Task directions: All entries below are to be set down again, identical to the source.

Material supplied:
= Beginning of Section =
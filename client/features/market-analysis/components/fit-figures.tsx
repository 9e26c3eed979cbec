import type { Analysis, FitSummary, GroupAnalysis } from '@contracts/analysis';
import type { FigureFormat } from '../lib/figure-format';
import { FigureHeading, FigureList, type FigureRow } from './figure-list';
import { GateVerdict, WarningList } from './fit-verdict';

interface Props {
  analysis: Analysis;
  group: GroupAnalysis & { fit: FitSummary };
  format: FigureFormat;
}

function interval(lo: number, hi: number, show: (v: number) => string): string {
  return `${show(lo)} to ${show(hi)}`;
}

/** The figures of the chosen fit, the estimate at the subject, the correlation check and the warnings. */
export function FitFigures({ analysis, group, format }: Props) {
  const { fit, prediction, gate } = group;
  const line: FigureRow[] = [
    { name: 'n', label: 'Sales in the fit (n)', value: format.count(fit.n) },
    {
      name: 'slope',
      label: `Slope, per ${format.unit}`,
      value: format.rateAmount(fit.slope),
      detail: <span className="figures">95%: {interval(fit.slopeInterval[0], fit.slopeInterval[1], format.rateAmount)}</span>,
    },
    { name: 'intercept', label: 'Intercept', value: format.money(fit.intercept) },
    { name: 'r', label: 'Correlation (r)', value: fit.r === null ? 'not defined: no spread in price' : format.ratio(fit.r) },
    { name: 'r-squared', label: 'R²', value: fit.rSquared === null ? 'not defined' : format.ratio(fit.rSquared) },
    { name: 'adjusted-r-squared', label: 'Adjusted R²', value: fit.adjustedRSquared === null ? 'not defined' : format.ratio(fit.adjustedRSquared) },
    { name: 'residual-standard-error', label: 'Residual standard error (s)', value: format.money(fit.residualStdError) },
    { name: 'slope-p-value', label: 'p-value of the slope', value: fit.slopePValue === null ? 'not defined' : format.pValue(fit.slopePValue) },
  ];

  const warnings = [...group.warnings.filter((w) => w !== gate?.message), ...analysis.warnings];

  return (
    <div className="flex flex-col">
      <FigureHeading>The line</FigureHeading>
      <FigureList label="Figures of the fitted line" rows={line} />

      <FigureHeading>At the subject</FigureHeading>
      {prediction ? (
        <FigureList
          label="Estimate at the subject"
          rows={[
            { name: 'estimate', label: `Estimate at ${format.area(prediction.x0)}`, value: format.money(prediction.estimate) },
            { name: 'prediction-interval', label: '95% prediction interval (one sale)', value: interval(prediction.lower, prediction.upper, format.money), stacked: true },
            { name: 'mean-interval', label: '95% confidence interval of the mean', value: interval(prediction.meanLower, prediction.meanUpper, format.money), stacked: true },
          ]}
        />
      ) : (
        <p className="py-1.5 text-[0.875rem] text-ink-soft">{noEstimateWords(analysis, group)}</p>
      )}
      {prediction?.extrapolated && (
        <p className="mt-1 text-[0.8125rem] text-rust">The subject’s floor area lies outside the sales’ range: the estimate extrapolates.</p>
      )}

      {gate && <GateVerdict gate={gate} />}
      <WarningList warnings={warnings} />
    </div>
  );
}

function noEstimateWords(analysis: Analysis, group: GroupAnalysis): string {
  if (analysis.subject.floorArea === null) return 'Enter the subject’s floor area to get an estimate at the subject.';
  if (analysis.subjectGroup && analysis.subjectGroup !== group.neighbourhood) {
    return `The subject lies in ${analysis.subjectGroup}: its estimate comes from that neighbourhood’s fit and from the pooled fit.`;
  }
  return 'No estimate at the subject from this fit.';
}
= End of Section =
Problem solution:
filename client/features/market-analysis/components/fit-figures.tsx
repository 9e26c3eed979cbec
import type { Analysis, FitSummary, GroupAnalysis } from '@contracts/analysis';
import type { FigureFormat } from '../lib/figure-format';
import { FigureHeading, FigureList, type FigureRow } from './figure-list';
import { GateVerdict, WarningList } from './fit-verdict';

interface Props {
  analysis: Analysis;
  group: GroupAnalysis & { fit: FitSummary };
  format: FigureFormat;
}

function interval(lo: number, hi: number, show: (v: number) => string): string {
  return `${show(lo)} to ${show(hi)}`;
}

/** The figures of the chosen fit, the estimate at the subject, the correlation check and the warnings. */
export function FitFigures({ analysis, group, format }: Props) {
  const { fit, prediction, gate } = group;
  const line: FigureRow[] = [
    { name: 'n', label: 'Sales in the fit (n)', value: format.count(fit.n) },
    {
      name: 'slope',
      label: `Slope, per ${format.unit}`,
      value: format.rateAmount(fit.slope),
      detail: <span className="figures">95%: {interval(fit.slopeInterval[0], fit.slopeInterval[1], format.rateAmount)}</span>,
    },
    { name: 'intercept', label: 'Intercept', value: format.money(fit.intercept) },
    { name: 'r', label: 'Correlation (r)', value: fit.r === null ? 'not defined: no spread in price' : format.ratio(fit.r) },
    { name: 'r-squared', label: 'R²', value: fit.rSquared === null ? 'not defined' : format.ratio(fit.rSquared) },
    { name: 'adjusted-r-squared', label: 'Adjusted R²', value: fit.adjustedRSquared === null ? 'not defined' : format.ratio(fit.adjustedRSquared) },
    { name: 'residual-standard-error', label: 'Residual standard error (s)', value: format.money(fit.residualStdError) },
    { name: 'slope-p-value', label: 'p-value of the slope', value: fit.slopePValue === null ? 'not defined' : format.pValue(fit.slopePValue) },
  ];

  const warnings = [...group.warnings.filter((w) => w !== gate?.message), ...analysis.warnings];

  return (
    <div className="flex flex-col">
      <FigureHeading>The line</FigureHeading>
      <FigureList label="Figures of the fitted line" rows={line} />

      <FigureHeading>At the subject</FigureHeading>
      {prediction ? (
        <FigureList
          label="Estimate at the subject"
          rows={[
            { name: 'estimate', label: `Estimate at ${format.area(prediction.x0)}`, value: format.money(prediction.estimate) },
            { name: 'prediction-interval', label: '95% prediction interval (one sale)', value: interval(prediction.lower, prediction.upper, format.money), stacked: true },
            { name: 'mean-interval', label: '95% confidence interval of the mean', value: interval(prediction.meanLower, prediction.meanUpper, format.money), stacked: true },
          ]}
        />
      ) : (
        <p className="py-1.5 text-[0.875rem] text-ink-soft">{noEstimateWords(analysis, group)}</p>
      )}
      {prediction?.extrapolated && (
        <p className="mt-1 text-[0.8125rem] text-rust">The subject’s floor area lies outside the sales’ range: the estimate extrapolates.</p>
      )}

      {gate && <GateVerdict gate={gate} />}
      <WarningList warnings={warnings} />
    </div>
  );
}

function noEstimateWords(analysis: Analysis, group: GroupAnalysis): string {
  if (analysis.subject.floorArea === null) return 'Enter the subject’s floor area to get an estimate at the subject.';
  if (analysis.subjectGroup && analysis.subjectGroup !== group.neighbourhood) {
    return `The subject lies in ${analysis.subjectGroup}: its estimate comes from that neighbourhood’s fit and from the pooled fit.`;
  }
  return 'No estimate at the subject from this fit.';
}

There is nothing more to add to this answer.